*Task goal*: Pull every line that includes the word "async" from the data.

(Dataset entries)
════════
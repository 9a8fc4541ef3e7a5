import { describe, expect, it } from 'vitest';
import { reduce } from '../../analysis/reduce.ts';
import { checkSheet } from '../../analysis/sheet/checkSheet.ts';
import { type SheetInput, sheetSchema } from '../../analysis/sheet/sheet.ts';
import type { Track } from '../../analysis/track/track.ts';
import { fallingBall } from '../../fixtures/physics/fallingBall.ts';
import { seededRandom } from '../../fixtures/random.ts';

const gMps2 = 9.8123;
const rateHz = 500;
const pxPerM = 1400;
const ball = { diameterM: 0.02, massKg: 0.0327 };
const at = fallingBall(
  { ...ball, gMps2, air: { densityKgpm3: 1.19, viscosityPas: 1.82e-5 }, drag: 0.41, buoyancy: true },
  0.6,
);

/** A drop without a scale bar: one ball at rest for 0.1 s, then falling for 0.35 s. */
function sheetOf(change: Partial<SheetInput['scale']> = {}): SheetInput {
  return {
    schema: 'tetherfall/sheet/1',
    footage: { path: 'drop.mp4' },
    clock: { kind: 'captureRate', captureRateHz: rateHz, uCaptureRateRel: 1e-5 },
    camera: { exposureS: 1e-4 },
    scale: { fromGravity: true, plumb: { a: { x: 10, y: 0 }, b: { x: 10, y: 1000 } }, ...change },
    site: { gMps2, uGMps2: 0.0005 },
    ambient: { temperatureC: 20, pressurePa: 101_000, relativeHumidity: 0.5 },
    bodies: [{ id: 'ball', role: 'reference', x: 100, y: 50, patchPx: 25, ...ball }],
  };
}

function ballTrack(falls = true): Track {
  const count = 225;
  const random = seededRandom(4);
  const each = (of: (n: number) => number) => Float64Array.from({ length: count }, (_, n) => of(n));
  const drop = (n: number) => (falls ? -at(n / rateHz - 0.1).yM : 0);
  return {
    bodyId: 'ball',
    frame: Int32Array.from({ length: count }, (_, n) => n),
    xPx: each(() => 100 + 0.03 * random.gaussian()),
    yPx: each((n) => 50 + pxPerM * drop(n) + 0.03 * random.gaussian()),
    uXPx: each(() => 0.03),
    uYPx: each(() => 0.03),
    score: each(() => 0.99),
    state: Array.from({ length: count }, () => 'measured'),
  };
}

const reduced = (sheet: SheetInput, track = ballTrack()) =>
  reduce({
    sheet: sheetSchema.parse(sheet),
    program: { name: 'tetherfall', version: '0', commit: 'none' },
    inputs: {
      sheetSha256: '',
      footageSha256: '',
      footage: {
        widthPx: 200,
        heightPx: 1000,
        bitDepth: 8,
        frameCount: 225,
        codec: '',
        pixelFormat: '',
        lumaRule: '',
        decoder: '',
      },
    },
    timeS: Float64Array.from({ length: 225 }, (_, n) => n / rateHz),
    tracks: [track],
    findings: [],
  });
const codes = (sheet: SheetInput) => checkSheet(sheetSchema.parse(sheet)).map((f) => `${f.level} ${f.code}`);

describe('a drop without a scale bar', () => {
  it('takes its scale from the fall, says so, and gives up ball.g and its check', () => {
    const { motion, keyValues, findings } = reduced(sheetOf());
    const { measuredYM } = motion.ball;
    const fallM = measuredYM[0] - measuredYM[measuredYM.length - 1];
    // u of the scale is about 0.02 %: drag, local gravity, positions
    expect(Math.abs(fallM / -at(224 / rateHz - 0.1).yM - 1)).toBeLessThan(0.0006);
    expect(keyValues.map((k) => k.quantity)).not.toContain('ball.g');
    const told = findings.map((f) => f.code);
    expect(told).toContain('scaleFromGravity');
    expect(told).not.toContain('gravityAgrees');
    const finding = findings.find((f) => f.code === 'scaleFromGravity');
    expect(finding).toMatchObject({
      level: 'caution',
      text: expect.stringMatching(/0\.714\d+ mm in a pixel/),
    });
    expect(finding?.text).toContain('ball.g and the gravity check are lost');
  });

  it('gives nothing in metres when the ball does not fall', () => {
    const { motion, keyValues, findings } = reduced(sheetOf(), ballTrack(false));
    expect({ motion, keyValues }).toEqual({ motion: {}, keyValues: [] });
    expect(findings).toContainEqual(expect.objectContaining({ level: 'stop', code: 'scaleNotFromGravity' }));
  });

  it('is refused without a reference body, and without being asked for', () => {
    expect(codes({ ...sheetOf(), bodies: [{ id: 'tip', role: 'tip', x: 1, y: 1 }] })).toContain(
      'stop referenceMissing',
    );
    expect(codes(sheetOf({ fromGravity: undefined }))).toContain('stop scaleMissing');
  });

  it('keeps to a bar that was filmed after all', () => {
    const bar = { a: { x: 5, y: 0 }, b: { x: 5, y: 700 }, lengthM: 0.5, uLengthM: 0.0005, uMarkPx: 0.3 };
    expect(codes(sheetOf({ bars: [bar] }))).toContain('caution fromGravityNotUsed');
    const { keyValues, findings } = reduced(sheetOf({ bars: [bar] }));
    expect(keyValues.find((k) => k.quantity === 'ball.g')?.value).toBeCloseTo(gMps2, 1);
    expect(findings.map((f) => f.code)).not.toContain('scaleFromGravity');
  });
});
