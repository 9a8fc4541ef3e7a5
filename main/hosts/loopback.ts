import { once } from 'node:events';
import type { Server } from 'node:http';
import type { AddressInfo } from 'node:net';
import { createAdaptorServer } from '@hono/node-server';
import type { App } from '../api/app.ts';
import { Refusal } from '../refusal.ts';
import { accessGuard } from './accessGuard.ts';

/** Only this address, never a name: `localhost` is looked up, so it can be made to mean something else. */
const address = '127.0.0.1';

export interface Loopback {
  /** `http://127.0.0.1:PORT` */
  readonly url: string;
  /** Opens the window once. */
  readonly launchUrl: string;
  /** Another address that opens the window once; the one before is void. */
  newLaunchUrl(): string;
  /** Whether a window was opened by the newest of these addresses. */
  launched(): boolean;
  /** Ends the server, open answers included, then the app. */
  close(): Promise<void>;
}

/**
 * Serves the app on this machine alone. From another machine it is reached over an SSH tunnel that keeps the port
 * (`ssh -L 8437:127.0.0.1:8437 rig`, with the port fixed here too): the browser then asks for the very Host that is checked.
 *
 * @param options.port  0 takes any free one
 * @throws Refusal (status 2) when the port is taken or not allowed
 */
export async function startLoopback(options: {
  readonly app: App;
  readonly port?: number;
}): Promise<Loopback> {
  const { app, port = 0 } = options;
  const server = createAdaptorServer({
    fetch: (request) => guard.answer(request) ?? app.handle(request),
    overrideGlobalObjects: false, // other hosts expect the genuine Request and Response
  }) as Server;
  server.listen(port, address);
  await once(server, 'listening').catch((error: NodeJS.ErrnoException) => {
    throw new Refusal('portNotFree', 2, `Port ${port} cannot be used (${error.code}); give another or none.`);
  });
  const host = `${address}:${(server.address() as AddressInfo).port}`;
  const guard = accessGuard(host);
  const url = `http://${host}`;
  const newLaunchUrl = () => url + guard.launchPath();
  return {
    url,
    launchUrl: newLaunchUrl(),
    newLaunchUrl,
    launched: guard.launched,
    async close() {
      const closed = once(server, 'close');
      server.close();
      server.closeAllConnections();
      await closed;
      await app.close();
    },
  };
}
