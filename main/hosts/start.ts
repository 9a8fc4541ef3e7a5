import { Refusal } from '../refusal.ts';
import { electronBinary } from './electronBinary.ts';
import { startDesktop } from './startDesktop.ts';
import { startInBrowser } from './startInBrowser.ts';
import { startOptions, startUsage } from './startOptions.ts';

// `npm start`: the desktop app where Electron is, else the loopback host in an installed browser, else its address.
try {
  const options = startOptions(process.argv.slice(2));
  if (options.help) {
    process.stdout.write(startUsage);
  } else {
    const electron = options.browser && options.port === undefined ? electronBinary() : null;
    process.exitCode = electron ? await startDesktop(electron, options.log) : await startInBrowser(options);
  }
} catch (error) {
  if (!(error instanceof Refusal)) throw error;
  console.error(`tetherfall: ${error.message}`);
  process.exitCode = error.status;
}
════════
*Exercise solution*:
export async function startLoopback(options: {
    async close() {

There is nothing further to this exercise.